From 2019 to 2023, Canadian living standards declined—and as of the end of 2023, the decline had not yet ended, finds a new study published today by the Fraser Institute, an independent, non-partisan Canadian public policy think-tank.

“Despite claims to the contrary, living standards are declining in Canada,” said Grady Munro, policy analyst at the Fraser Institute and co-author of Changes in Per-Person GDP (Income): 1985 to 2023.

Specifically, from April 2019 to the end of 2023, inflation-adjusted per-person GDP, a broad measure of living standards, declined from $59,905 to $58,111 or by 3.0 per cent. This decline is exceeded only by the decline in 1989 to 1992 (-5.3 per cent) and 2008 to 2009 (-5.2 per cent). In other words, it’s the third-steepest decline in 40 years.

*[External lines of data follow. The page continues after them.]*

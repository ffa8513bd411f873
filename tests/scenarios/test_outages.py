"""What may be told after a long outage, after a rebuild, and with a clock that was wrong."""

import datetime

from service.daemon import _wait_seconds
from service.round.again import fold_again
from service.round.backlog import ROUNDS_LOOKED_AT
from storage.rounds import FAILED, GOOD, begin_round, end_round
from storage.shifts import HISTORY
from storage.tables import shifts

FELL = ((1000, 40), (400, 12))
HOUR = datetime.timedelta(hours=1)


def test_a_source_that_was_down_for_many_rounds_makes_its_alerts_late(world, counts_of) -> None:
    counts = counts_of(1, *FELL)
    world.studio.weekly("quay", counts[:38])
    world.at_week(37)
    world.poll()
    world.live("quay", counts[:41], 38)
    for number in range(ROUNDS_LOOKED_AT + 10):
        with world.store.writing() as conn:
            failed = begin_round(conn, "plays", now=world.clock.now() + number * HOUR)
            end_round(conn, failed, FAILED, now=world.clock.now() + number * HOUR, message="503")
    world.at_week(46)
    world.studio.weekly("quay", counts[:47])
    world.poll()
    ((_, alert),) = world.desk.came
    assert alert["late"] is True


def test_what_a_rebuild_finds_is_history(world, counts_of) -> None:
    counts = counts_of(1, *FELL)
    world.studio.weekly("quay", counts[:38])
    world.at_week(37)
    world.poll()
    world.live("quay", counts, 38)
    assert len(world.desk.came) == 1
    # As if another environment had not found it: the rebuilt posteriors do, and that is no news.
    with world.store.writing() as conn:
        conn.exec_driver_sql("PRAGMA defer_foreign_keys = ON")
        conn.exec_driver_sql("UPDATE deliveries SET shift_id = NULL")
        conn.execute(shifts.delete())
    done = fold_again(world.store, world.plan(), world.plan().stream_for("quay"), world.clock)
    assert [shift.origin for shift in done.shifts] == [HISTORY]
    world.poll()
    assert len(world.desk.came) == 1


def test_a_round_that_seems_to_lie_ahead_does_not_keep_the_daemon_waiting_for_it(world) -> None:
    # The machine's clock was years ahead when it was made, and has been put right since.
    with world.store.writing() as conn:
        ahead = begin_round(conn, "plays", now=world.clock.now() + datetime.timedelta(days=3650))
        end_round(conn, ahead, GOOD, now=world.clock.now())
    plan = world.plan()
    assert _wait_seconds(world.store, plan, world.clock) == plan.every.total_seconds()
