"""`knickpoint replay --json` has a look back, and --look-back says it in words."""

import datetime
from collections.abc import Callable
from pathlib import Path
from typing import Any

import pytest

from detectors.look_back import look_back
from detectors.observation import Observation
from service.cli.main import run_command
from service.replay import looking_back
from service.replay.looking_back_words import rows_words
from service.replay.parameters import Wish, model_for

Replay = Callable[..., dict[str, Any]]

HIGH = [104, 97, 118, 90, 101, 110, 88, 95, 107, 99, 112, 93] * 2
LOW = [42, 39, 47, 36, 44, 51, 38, 40, 45, 41]


def _weekly(counts: list[int | None]) -> list[str]:
    dates = [datetime.date(2026, 1, 5) + datetime.timedelta(weeks=week) for week in range(len(counts))]
    rows = (f"{date},{'' if count is None else count}" for date, count in zip(dates, counts, strict=True))
    return ["at,count", *rows]


def test_it_says_what_look_back_says(replayed: Replay) -> None:
    said = replayed(_weekly([*HIGH, *LOW]))["lookback"]
    model = model_for(Wish(wanders=((0.0, 1.0),), dispersions=(4.0, 16.0)))
    direct = look_back(model, [Observation(week, count) for week, count in enumerate(HIGH + LOW)])
    assert said["shift_probability"] == list(direct.shift_probability)
    assert said["one_off"] == list(direct.one_off)
    assert said["number_of_shifts"] == list(direct.number)
    (line,), (shift,) = said["shifts"], direct.shifts
    assert line["index"] == shift.index == len(HIGH)
    assert line["region"] == list(shift.region.indices)
    assert line["probability"] == shift.probability
    assert line["effect"] == [shift.effect.low, shift.effect.mid, shift.effect.high]
    assert line["level_before"] == [shift.level_before.low, shift.level_before.mid, shift.level_before.high]
    assert said["segmentation"]["indices"] == [len(HIGH)]


def test_missing_counts_and_rows_kept_out_have_none(replayed: Replay) -> None:
    lines = _weekly([*HIGH[:5], None, *HIGH[5:], *LOW])
    lines.insert(3, "not a date,7")
    said = replayed(lines)["lookback"]
    for name in ("shift_probability", "level", "one_off"):
        assert len(said[name]) == len(lines) - 1
        assert [index for index, value in enumerate(said[name]) if value is None] == [2, 6]
    assert said["shifts"][0]["index"] == len(HIGH) + 2
    assert said["shift_probability"][len(HIGH) + 2] == max(p for p in said["shift_probability"] if p)


def test_rows_in_any_order(replayed: Replay) -> None:
    header, *rows = _weekly(HIGH + LOW)
    straight, turned = replayed([header, *rows])["lookback"], replayed([header, *rows[::-1]])["lookback"]
    assert turned["shift_probability"] == straight["shift_probability"][::-1]
    assert turned["shifts"][0]["index"] == len(rows) - 1 - straight["shifts"][0]["index"]


def test_it_is_not_computed_unasked_where_it_takes_long(
    replayed: Replay, monkeypatch: pytest.MonkeyPatch
) -> None:
    monkeypatch.setattr(looking_back, "QUICK_COUNTS", 10)
    assert replayed(_weekly([5] * 11))["lookback"] is None
    assert replayed(_weekly([5] * 11), "--look-back")["lookback"] is not None


def test_a_record_that_is_too_long_is_refused(
    refused: Callable[..., tuple[int, str]], monkeypatch: pytest.MonkeyPatch
) -> None:
    monkeypatch.setattr(looking_back, "MOST_COUNTS", 10)
    code, sentence = refused(_weekly([5] * 11), "--look-back", "--wander", "0", "--dispersion", "4")
    assert code != 0
    assert "at most 10; got 11" in sentence


def test_words(tmp_path: Path, capsys: pytest.CaptureFixture[str]) -> None:
    file = tmp_path / "counts.csv"
    file.write_text("\n".join(_weekly([*HIGH, *LOW])) + "\n", encoding="utf-8")
    plain = ["replay", str(file), "--wander", "0", "--dispersion", "4,16"]
    assert run_command(plain) == 0
    assert "Looking back" not in capsys.readouterr().out
    assert run_command([*plain, "--look-back"]) == 0
    said = " ".join(capsys.readouterr().out.split())
    assert "Looking back, with all counts known" in said
    assert "most probably from 2026-06-22 (row 24;" in said
    assert "A date in common is not a cause" in said


def test_rows_are_named_in_stretches() -> None:
    assert rows_words([7]) == "row 7"
    assert rows_words([3, 4, 5, 8, 10, 11]) == "rows 3 to 5, 8 and 10 to 11"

Moreover, the latest decline (which comprises 18 fiscal quarters) is already the second-longest in the last 40 years, surpassed only by the decline from 1989 to 1994 (which lasted 21 quarters). And if not stabilized in 2024, this decline could be the steepest and longest in four decades.

“The severity of the decline in living standards should be a wake-up call for policymakers across Canada to immediately enact fundamental policy reforms to help spur economic growth and productivity,” said Jason Clemens, study co-author and executive vice-president at the Fraser Institute.

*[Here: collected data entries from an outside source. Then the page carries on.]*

"""Where a shift lies, in words: dates of ISO 8601, and titles where counts belong to releases. Pure."""

import datetime
from collections.abc import Sequence

from service.tell.plain import plain
from service.tell.story import At, Marker, ShiftStory

MOST_STRETCHES = 3
LONGEST_TITLE = 80


def since_words(story: ShiftStory) -> str:
    """From when on, and between which dates it may be: never one span where the region has gaps."""
    start = marker_words(story, story.start)
    region = region_words(story)
    return f"most probably from {start}" + (f" (90 %: {region})" if region else "")


def region_words(story: ShiftStory) -> str:
    """The stretches of the date region; empty when it is the start alone."""
    stretches = stretches_of(story.region)
    if not stretches or (len(story.region) == 1 and story.region[0].position == story.start.position):
        return ""
    if len(stretches) > MOST_STRETCHES:
        first, last = stretches[0][0], stretches[-1][-1]
        span = f"between {_at(story, first)} and {_at(story, last)}"
        return f"in one of {len(stretches)} stretches {span}"
    return ", or ".join(_stretch(story, stretch) for stretch in stretches)


def stretches_of(region: Sequence[Marker]) -> list[list[Marker]]:
    """The region cut where positions are left out."""
    stretches: list[list[Marker]] = []
    for marker in region:
        if stretches and marker.position == stretches[-1][-1].position + 1:
            stretches[-1].append(marker)
        else:
            stretches.append([marker])
    return stretches


def marker_words(story: ShiftStory, marker: Marker) -> str:
    """A release by its title and date, an interval by its date."""
    title = plain(marker.title or "", longest=LONGEST_TITLE)
    at = _at(story, marker)
    return f'"{title}" of {at}' if story.shape == "release" and title else at


def at_words(at: At, unit: str | None) -> str:
    """A date, as long as the unit needs: 2026, 2026-03, 2026-03-02, or an instant with its offset."""
    if isinstance(at, datetime.datetime):
        return at.isoformat(timespec="minutes")
    lengths = {"year": 4, "month": 7}
    return at.isoformat()[: lengths.get(unit or "", 10)]


def instant_words(instant: datetime.datetime) -> str:
    """An instant in UTC, to the minute."""
    return instant.astimezone(datetime.UTC).strftime("%Y-%m-%d %H:%M UTC")


def _stretch(story: ShiftStory, stretch: Sequence[Marker]) -> str:
    first, last = _at(story, stretch[0]), _at(story, stretch[-1])
    return first if len(stretch) == 1 else f"between {first} and {last}"


def _at(story: ShiftStory, marker: Marker) -> str:
    return at_words(marker.at, story.unit)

  • Real GDP per person is a broad measure of incomes (and consequently living standards). This paper analyzes changes in quarterly per-person GDP, adjusted for inflation from 1985 through to the end of 2023, the most recent data available at the time of writing.
  • The study assesses the length (number of quarters) as well the percentage decline and the length of time required to recover the income lost during the decline.
  • Over the period covered (1985 to 2023), Canada experienced nine periods of decline and recovery in real GDP per person.
  • Of those nine periods, three (Q2 1989 to Q3 1994, Q3 2008 to Q4 2011, and Q2 2019 to Q2 2022) were most severe when comparing the length and depth of the declines along with number of quarters required for real GDP per person to recover.
  • The experience following Q2 2019 is unlike any decline and recovery since 1985 because, though per person GDP recovered for one quarter in Q2 2022, it immediately began declining again and by Q4 2023 remains below the level in Q2 2019.
  • This lack of meaningful recovery suggests that since mid-2019, Canada has experienced one of the longest and deepest declines in real GDP per person since 1985, exceeded only by the decline and recovery from Q2 1989 to Q3 1994.
  • If per-capita GDP does not recover in 2024, this period may be the longest and largest decline in per-person GDP over the last four decades.